== Work required ==
Among the entries below, find the lines with the word "have" and copy them.
#### Data for analysis
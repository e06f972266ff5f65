"""Model cards to the plan's simple device models.

A Gummel–Poon card gives IS, BF, VAF, XTI, EG, XTB and TNOM (SPICE defaults
where absent: IS 1e-16 A, BF 100, VAF infinite, XTI 3, EG 1.11 eV, XTB 0,
TNOM 27 °C); a level-1 MOS card gives KP, |VTO| and LAMBDA.  Parameters the
plan's model does not have are named, not silently dropped; a card the plan
cannot read (a PDK's BSIM4 device subcircuit, another MOS level) needs the
annotation's ``devices:`` entry, or it is listed as missing.

Card devices (``card_entry``): where the netlist gives the models itself, the
plan points at them instead.  The rule: a PDK device subcircuit, a MOS card
of level ≠ 1, or a Gummel–Poon card with DC parameters beyond IS, BF, VAF,
XTI, EG, XTB and TNOM becomes a card device with the same ``library`` +
``section`` or ``include`` file as the netlist's top-level ``.lib`` /
``.include`` line (or the card's text inline, when the netlist writes it),
the unit device's W and L for MOS.  Plain level-1 and simple bipolar cards
keep the simple mapping (the same equations, and no characterisation run),
and an annotation ``devices:`` entry always wins: its stand-in parameters are
used as given.
"""

from __future__ import annotations

import math
from typing import Any

from biastree.input.netlist.annotate import DeviceNote
from biastree.input.netlist.flat import Card, Device, Finding, family
from biastree.physics.gummel_poon import ALIASES, DC_IRRELEVANT

SPICE_TNOM_C = 27.0  # SPICE's default temperature and TNOM, °C
_BJT_CARD = {"is": ("is", 1e-16), "bf": ("beta", 100.0), "xti": ("xti", 3.0), "eg": ("eg", 1.11), "xtb": ("xtb", 0.0)}
# DC parameters of a Gummel–Poon card that the plan's bipolar model does not have (value = SPICE default)
_BJT_UNMODELLED = {"nf": 1.0, "var": 0.0, "ikf": 0.0, "ise": 0.0, "ikr": 0.0, "isc": 0.0, "rb": 0.0, "re": 0.0,
                   "rc": 0.0, "br": 1.0}
_MOS_UNMODELLED = {"gamma": 0.0, "rd": 0.0, "rs": 0.0}


_BJT_SIMPLE = {"is", "bf", "vaf", "xti", "eg", "xtb", "tnom", "level"}


def wants_card(kind: str, card: Card | None, source: dict[str, str] | None, given: DeviceNote | None) -> bool:
    """Whether the plan device should be the netlist's own card (see the module text for the rule).

    >>> wants_card("npn", Card("qn", "npn", {"is": 1e-16, "ikf": 0.01}), {"card": "…"}, None)
    True
    >>> wants_card("npn", Card("qn", "npn", {"is": 1e-16, "bf": 80, "cje": 1e-15}), {"card": "…"}, None)
    False
    """
    if source is None or given is not None:
        return False
    if card is None:  # a PDK device subcircuit found in the model files
        return True
    p = card.params
    if family(kind) == "mos":
        return p.get("level", 1.0) != 1
    extra = {ALIASES.get(k, k) for k in p} - _BJT_SIMPLE - DC_IRRELEVANT
    return any(not (k in _BJT_UNMODELLED and p.get(k) == _BJT_UNMODELLED[k]) for k in extra)


def card_entry(kind: str, name: str, source: dict[str, str], first: Device) -> dict[str, Any]:
    """A plan card device: the netlist's model ``name`` from ``source``, MOS with the unit device's W and L.

    >>> card_entry("nmos", "nch", {"include": "/m/x.spi"}, Device("m1", "nmos", ("n", "n", "0", "0"), w=2e-6, l=1e-6))
    {'kind': 'nmos', 'model': 'nch', 'include': '/m/x.spi', 'w': 2e-06, 'l': 1e-06}
    """
    dev: dict[str, Any] = {"kind": kind, "model": name, **source}
    if family(kind) == "mos":
        dev.update(w=first.w, l=first.l)
    return dev


def device_entry(kind: str, name: str, card: Card | None, given: DeviceNote | None,
                 first: Device) -> tuple[dict[str, Any], list[Finding], list[Finding]]:
    """(plan device entry, notes, missing values) for the card ``name``; ``first`` is the
    input device of the first mirror using it (its W and L become the MOS unit device).

    >>> dev, notes, missing = device_entry("npn", "qn", Card("qn", "npn", {"is": 2e-17, "ikf": 0.01}), None,
    ...                                    Device("q1", "npn", ("n", "n", "0")))
    >>> dev["is"], dev["beta"], "early" in dev, notes[0].message
    (2e-17, 100.0, False, "card parameters the plan's model does not have: ikf (ignored)")
    """
    where = card.where if card else first.where
    p = card.params if card else {}
    dev: dict[str, Any] = {"kind": kind}
    notes: list[Finding] = []
    missing: list[Finding] = []
    if family(kind) == "bjt":
        if card is None and (given is None or given.is_ is None or given.beta is None):
            missing.append(Finding(where, name, "no .model card the plan can read: give "
                                   f"devices.{name}: {{is, beta, early}} in the annotation file"))
        for key, (field, default) in _BJT_CARD.items():
            dev[field] = p.get(key, default)
        vaf = p.get("vaf", p.get("va", 0.0))
        if vaf > 0:  # SPICE: VAF = 0 means no Early effect
            dev["early"] = vaf
        unmodelled = _BJT_UNMODELLED
    else:
        level = p.get("level", 1.0)
        needs = given is None or given.kp is None or given.vth is None
        if card is not None and level != 1 and needs:
            missing.append(Finding(where, name, f"level {level:g} card: the plan needs square-law parameters; "
                                   f"give devices.{name}: {{kp, vth, lambda}} in the annotation file"))
        elif card is None and needs:
            missing.append(Finding(where, name, "a PDK device: the plan needs square-law parameters; "
                                   f"give devices.{name}: {{kp, vth, lambda}} in the annotation file"))
        dev.update(kp=p.get("kp", 2e-5), vth=abs(p.get("vto", 0.0)), **{"lambda": p.get("lambda", 0.0)})
        dev.update(w=first.w, l=first.l)
        unmodelled = _MOS_UNMODELLED if level == 1 else {}
    if given is not None:
        dev.update(given.model_dump(by_alias=True, exclude_none=True))
    if card is not None:
        dev["tnom"] = f"{p.get('tnom', SPICE_TNOM_C):.12g}C"
        odd = [k for k, default in unmodelled.items() if k in p and p[k] != default]
        if odd:
            notes.append(Finding(card.where, name, f"card parameters the plan's model does not have: "
                                 f"{', '.join(odd)} (ignored)"))
    if family(kind) == "mos" and not dev.get("vth") and not missing:
        missing.append(Finding(where, name, f"threshold VTO is 0 or missing: give devices.{name}.vth in the "
                               "annotation file"))
    return dev, notes, missing


def temperature_law(dev: dict[str, Any], hot: dict[str, float], kelvin: float, dtemp: float) -> dict[str, float]:
    """vth_tc and mobility_exp that turn ``dev`` (at ``kelvin``) into the card ``hot`` (at kelvin + dtemp).

    The laws are the plan's: |VT|(T) = |VT| + vth_tc·ΔT, KP(T) = KP·(T/T0)^mobility_exp.

    >>> law = temperature_law({"vth": 0.5, "kp": 2e-4}, {"vto": 0.498, "kp": 2e-4 * (310 / 300) ** -1.5}, 300, 10)
    >>> round(law["vth_tc"], 9), round(law["mobility_exp"], 9)
    (-0.0002, -1.5)
    """
    return {
        "vth_tc": (abs(hot.get("vto", 0.0)) - dev["vth"]) / dtemp,
        "mobility_exp": math.log(hot.get("kp", 2e-5) / dev["kp"]) / math.log((kelvin + dtemp) / kelvin),
    }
########
== Exercise result ==
plan's model does not have are named, not silently dropped; a card the plan
# DC parameters of a Gummel–Poon card that the plan's bipolar model does not have (value = SPICE default)
    (2e-17, 100.0, False, "card parameters the plan's model does not have: ikf (ignored)")
            notes.append(Finding(card.where, name, f"card parameters the plan's model does not have: "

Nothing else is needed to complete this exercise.